Um dos pontos críticos do novo modelo de planejamento foi a adoção do sistema de gerentes com relativa autonomia para administrar (criativamente) os programas. A tese está correta embora lhe falte, na execução prática, alguns mecanismos que evitem o confronto destrutivo entre a esfera de competência gerencial e a estrutura pré-estabelecida dos rituais administrativos. Segundo Santana (2002), por exemplo,

“... os conflitos verificados no período 1996/1999 no Brasil em Ação se multiplicam no Avança Brasil. A compreensão de sua origem repousa no sistema político presidencialista vigente no Brasil, no qual o Presidente da República do Brasil depende de alianças com partidos políticos para construir uma base de sustentação política no Congresso que respalde suas condições de governabilidade. No processo de formação dessa base, o pacto político é referenciado não pelo programa de governo, mas pelas nomeações que cada partido político obtém geralmente nos 1º, 2º e 3º escalões dos Ministérios e nos outros órgãos governamentais. Assim, as prioridades políticas dos titulares dos órgãos em alguns casos não correspondem às do Governo, resultando que, sem governabilidade dos meios necessários para execução de seus programas, os gerentes tornam-se meros captadores de informações para alimentação do SIG”(p.6), grifos nossos.

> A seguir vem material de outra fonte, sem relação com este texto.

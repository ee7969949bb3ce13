"""The path of the planned charge in temperature and pressure, for pictures: no margin is judged from it."""

from __future__ import annotations

from runbook.assess.futures import hottest_body
from runbook.assess.held import held_reach
from runbook.assess.scene import Scene
from runbook.assess.walk import Walked, left_closed
from runbook.errors import OutsideValidity

_POINTS = 48
"""Enough for a picture of characters."""


def planned_path(scene: Scene, lines: tuple[Walked, ...]) -> tuple[tuple[float, float], ...]:
    """(temperature [K], pressure [Pa]) along the isochore of the planned charge in the stated volume.

    From the coldest to the hottest wall that a closed line of the procedure reaches; points beyond the models
    are left out; empty where the charge is not known or nothing is ever closed.
    """
    closed = [line.during for line in lines if line.during.closed]
    low_kg, high_kg = scene.planned
    density = 0.5 * (low_kg + high_kg) / scene.apparatus.volume.free.value
    if not closed or not low_kg > 0.0:
        return ()
    cold, hot = min(s.cold for s in closed), max(s.hot for s in closed)
    if not left_closed(lines):
        # A hand lets go long before it has come to the room.
        reach = [held_reach(scene, x.held, x.during, hottest_body(scene, x.during)) for x in lines if x.held]
        tops = [r.pressure.value for r in reach if r.pressure.value is not None]
        try:
            hot = min(hot, scene.substance.boiling_temperature(max(tops)))
        except (ValueError, OutsideValidity):
            return ()
    found = []
    for k in range(_POINTS + 1):
        temperature = cold + (hot - cold) * k / _POINTS
        try:
            found.append((temperature, scene.substance.pressure(temperature, density)))
        except OutsideValidity:
            continue
    return tuple(found)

Parece evidente que outros estímulos, garantias de autoridade e principalmente mecanismos de integração e diálogo permanente entre o gerente e o staff da estrutura formal da administração (Secretários, Diretores, etc...) deva ser a saída para superar a “mera captação de informação”. Com certeza, colocar os gerentes do PPA federal numa foto com o Presidente da República certamente não foi suficiente para resolver este imbroglio...

A integração necessária entre Planejamento e Orçamento

O planejamento é um processo, sem fim, nem começo. Metas e objetivos que nunca são atualizados, que não mudam, revelam completa inutilidade para o processo de liderança, de governo. Planejar é ter capacidade de fazer um cálculo estratégico que precede e preside o fazer, as ações, só tem sentido se pode informar o gerenciamento do dia-a-dia, com foco mos resultados, e menos nos meios. Esta “ponte” entre planejamento público democrático e gestão participativa, com foco nos resultados só pode ser construída através da integração com o orçamento público.

A desconexão do orçamento como instrumento efetivo de planejamento foi um dos sintomas mais emblemáticos da perda recente de governabilidade e capacidade de governar do Estado brasileiro. Entre os fatores responsáveis pela progressiva e sistemática divergência metodológica entre plano e orçamento pode-se registrar:

(a) o caráter genérico das metas definidas nos Planos Nacionais onde a “prioridade” recaia sobre as próprias funções de governo, obscurecendo a hierarquia de objetivos, ajustando-se nas conveniências político-corporativas e nas barganhas conjunturais.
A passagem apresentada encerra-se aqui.